Die geschädigten Firmen bezahlten derweil die Löhne für die vermeintlichen Gipser. Die Angeklagten erstellten jeweils fingierte Einsatzrapporte und betrogen mit diesen Geisterarbeitern rund 770'000 Franken. Das Geld gaben sie vorwiegend in Spielcasinos, für Alkohol und Frauen aus.

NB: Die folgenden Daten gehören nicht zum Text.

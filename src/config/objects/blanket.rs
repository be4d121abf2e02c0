//! `[[blanket]]`: a levee reach for blanket theory, with its riverside and landside cases and
//! the lengths each case needs.
//!
//! Owns the blanket keys and case spellings. References are recorded for `refs`, as for every
//! object.

use serde::Deserialize;

use super::values::Reader;
use super::{id_of, Read, Site, Tolerance, Want};
use crate::config::de::{self, Above, AtLeast, Later, Num, Text};
use crate::config::model::{BlanketReach, LandsideCase, LandwardDistance, Object, RiversideCase};
use crate::config::problem::Cx;
use crate::config::reader::finite;

/// A `[[blanket]]` table as written.
#[derive(Deserialize, Default)]
struct Raw {
    id: Option<Text>,
    river_gauge: Option<Text>,
    landside_level: Option<Num>,
    landside_gauge: Option<Text>,
    toe_piezometer: Option<Text>,
    base_width: Option<Above<0>>,
    foundation_thickness: Option<Above<0>>,
    k_foundation_m_s: Option<Above<0>>,
    k_blanket_m_s: Option<AtLeast<0>>,
    blanket_thickness: Option<Above<0>>,
    riverside: Option<River>,
    l1: Option<Above<0>>,
    landside: Option<Land>,
    l3: Option<Above<0>>,
    #[allow(dead_code)] // read element by element (`Tbl::array`)
    distances: Option<Later>,
    tolerance_s: Tolerance,
}

#[derive(Clone, Copy, PartialEq, Deserialize)]
#[serde(rename_all = "snake_case")]
enum River {
    #[serde(rename = "open_entrance")]
    Open,
    NoBlanket,
    Impervious,
}

#[derive(Clone, Copy, PartialEq, Deserialize)]
#[serde(rename_all = "snake_case")]
enum Land {
    Endless,
    SeepageBlock,
    OpenExit,
    Impervious,
}

pub(super) fn read(cx: &mut Cx<'_>, r: &mut Reader<'_>, site: &Site<'_>) -> Read {
    let raw: Raw = de::table(cx, &r.t).unwrap_or_default();
    let river_gauge = r.reference(cx, "river_gauge", raw.river_gauge, true, Want::StageGauge);
    let landside_level = r.level(
        cx,
        ("landside_gauge", raw.landside_gauge),
        ("landside_level", raw.landside_level),
        true,
    );
    let toe_piezometer = r.reference(
        cx,
        "toe_piezometer",
        raw.toe_piezometer,
        false,
        Want::Piezometer,
    );
    let base_width = r.length(cx, "base_width", raw.base_width, true);
    let d = r.length(cx, "foundation_thickness", raw.foundation_thickness, true);
    let k_f = r.number(cx, "k_foundation_m_s", raw.k_foundation_m_s, true);
    let k_b = r.number(cx, "k_blanket_m_s", raw.k_blanket_m_s, true);
    let z_bl = r.length(cx, "blanket_thickness", raw.blanket_thickness, true);
    let river = r.t.need(cx, "riverside", raw.riverside);
    let land = r.t.need(cx, "landside", raw.landside);
    let riverside = river.and_then(|c| {
        let l1 = r.case_length(
            cx,
            ("l1", raw.l1),
            ("riverside", r.t.peek_str("riverside").unwrap_or_default()),
            c != River::NoBlanket,
        );
        match c {
            River::Open => l1.map(|l1_m| RiversideCase::OpenEntranceAt { l1_m }),
            River::NoBlanket => Some(RiversideCase::NoBlanket),
            River::Impervious => l1.map(|l1_m| RiversideCase::Impervious { l1_m }),
        }
    });
    let landside = land.and_then(|c| {
        let l3 = r.case_length(
            cx,
            ("l3", raw.l3),
            ("landside", r.t.peek_str("landside").unwrap_or_default()),
            c != Land::Endless,
        );
        match c {
            Land::Endless => Some(LandsideCase::Endless),
            Land::SeepageBlock => l3.map(|l3_m| LandsideCase::SeepageBlockAt { l3_m }),
            Land::OpenExit => l3.map(|l3_m| LandsideCase::OpenExitAt { l3_m }),
            Land::Impervious => l3.map(|l3_m| LandsideCase::Impervious { l3_m }),
        }
    });
    let both_impervious = river == Some(River::Impervious) && land == Some(Land::Impervious);
    if k_b == Some(0.0) && !both_impervious {
        r.t.problem_at(
            cx,
            "k_blanket_m_s",
            "key \"k_blanket_m_s\" is 0, expected a number > 0 unless riverside and landside are both \"impervious\" (the other cases need a leaky blanket)",
        );
    }
    let distances = r.t.array(
        cx,
        "distances",
        false,
        (
            "an array of distances",
            "a distance >= 0 landward of the toe",
        ),
        |v| finite(v).filter(|d| *d >= 0.0),
    );
    let m = r.m;
    let object = (|| {
        Some(Object::Blanket(BlanketReach {
            id: id_of(&raw.id),
            site: site.id.to_string(),
            river_gauge: river_gauge?,
            landside_level: landside_level?,
            toe_piezometer,
            base_width_m: base_width?,
            foundation_thickness_m: d?,
            k_foundation_m_s: k_f?,
            k_blanket_m_s: k_b?,
            blanket_thickness_m: z_bl?,
            riverside: riverside?,
            landside: landside?,
            distances: distances
                .unwrap_or_default()
                .into_iter()
                .map(|(d, _)| LandwardDistance {
                    m: d * m,
                    label: format!("{d}{}", if m == 1.0 { "m" } else { "ft" }),
                })
                .collect(),
            tolerance_s: 0,
        }))
    })();
    Read {
        id: raw.id,
        tolerance_s: raw.tolerance_s,
        object,
    }
}
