//! `[[toe]]`: a toe check — exit gradient through the blanket at the landside toe and the
//! factor of safety against heave.
//!
//! Owns the toe keys, the critical gradient's two ways of being written, the target default.

use serde::Deserialize;

use super::values::Reader;
use super::{id_of, Read, Site, Tolerance, Want};
use crate::config::de::{self, Above, AtLeast, Num, Text};
use crate::config::model::{CriticalGradientFrom, Object, ToeCheck};
use crate::config::problem::Cx;

/// Target factor of safety of a toe check, when `fs_target` is not written.
const DEFAULT_FS_TARGET: f64 = 1.6;

/// A `[[toe]]` table as written.
#[derive(Deserialize, Default)]
struct Raw {
    id: Option<Text>,
    piezometer: Option<Text>,
    ground_elevation: Option<Num>,
    water_gauge: Option<Text>,
    water_level: Option<Num>,
    blanket_thickness: Option<Above<0>>,
    gamma_sat_kn_m3: Option<Num>,
    specific_gravity: Option<Above<1>>,
    void_ratio: Option<AtLeast<0>>,
    fs_target: Option<Above<1>>,
    tolerance_s: Tolerance,
}

pub(super) fn read(cx: &mut Cx<'_>, r: &mut Reader<'_>, site: &Site<'_>) -> Read {
    let raw: Raw = de::table(cx, &r.t).unwrap_or_default();
    let piezometer = r.reference(cx, "piezometer", raw.piezometer, true, Want::Piezometer);
    let ground = r.length(cx, "ground_elevation", raw.ground_elevation, true);
    let water = r.level(
        cx,
        ("water_gauge", raw.water_gauge),
        ("water_level", raw.water_level),
        false,
    );
    let thickness = r.length(cx, "blanket_thickness", raw.blanket_thickness, true);
    let weights = (raw.gamma_sat_kn_m3, raw.specific_gravity, raw.void_ratio);
    let critical = critical(cx, r, weights, site.gamma_w);
    let fs_target = r.number(cx, "fs_target", raw.fs_target, false);
    let object = (|| {
        Some(Object::Toe(ToeCheck {
            id: id_of(&raw.id),
            site: site.id.to_string(),
            piezometer: piezometer?,
            ground_elevation_m: ground?,
            water,
            blanket_thickness_m: thickness?,
            critical: critical?,
            fs_target: fs_target.unwrap_or(DEFAULT_FS_TARGET),
            tolerance_s: 0,
        }))
    })();
    Read {
        id: raw.id,
        tolerance_s: raw.tolerance_s,
        object,
    }
}

/// The critical gradient's inputs: `gamma_sat_kn_m3`, or `specific_gravity` with `void_ratio`.
fn critical(
    cx: &mut Cx<'_>,
    r: &Reader<'_>,
    (gamma_sat, gs, e): (Option<Num>, Option<Above<1>>, Option<AtLeast<0>>),
    gamma_w: f64,
) -> Option<CriticalGradientFrom> {
    let unit_weight = r.t.has("gamma_sat_kn_m3");
    let gs_e = ["specific_gravity", "void_ratio"].map(|k| r.t.has(k));
    if unit_weight && gs_e.contains(&true) {
        let key = if gs_e[0] {
            "specific_gravity"
        } else {
            "void_ratio"
        };
        r.t.problem_at(
            cx,
            key,
            format!("both \"gamma_sat_kn_m3\" and \"{key}\" are set; expected either gamma_sat_kn_m3, or specific_gravity with void_ratio"),
        );
    }
    if unit_weight {
        let g = r.number(cx, "gamma_sat_kn_m3", gamma_sat, true)?;
        if g <= gamma_w {
            r.t.problem_at(
                cx,
                "gamma_sat_kn_m3",
                format!("key \"gamma_sat_kn_m3\" is {g}, expected more than the site's unit weight of water ({gamma_w} kN/m³)"),
            );
            return None;
        }
        return Some(CriticalGradientFrom::UnitWeight { gamma_sat_kn_m3: g });
    }
    if !gs_e.contains(&true) {
        r.t.problem(
            cx,
            format!(
                "missing key \"gamma_sat_kn_m3\" (or \"specific_gravity\" and \"void_ratio\") in {}; expected the blanket soil's weight for its critical gradient",
                r.t.header
            ),
        );
        return None;
    }
    let gs = r.number(cx, "specific_gravity", gs, true);
    let e = r.number(cx, "void_ratio", e, true);
    Some(CriticalGradientFrom::GsE {
        specific_gravity: gs?,
        void_ratio: e?,
    })
}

Nur der Hautptangeklagte muss ins Gefängnis

In seinem heute veröffentlichten Urteil sprach das Gericht die drei grösstenteils geständigen Angeklagten schuldig. Ins Gefängnis muss aber nur noch der heute 30-jährige Hauptangeklagte. Er wurde zu einer teilbedingten Freiheitsstrafe von zweieinhalb Jahren verurteilt. Sechs Monate davon soll er noch verbüssen. Zudem soll er eine Busse von 2000 Franken bezahlen.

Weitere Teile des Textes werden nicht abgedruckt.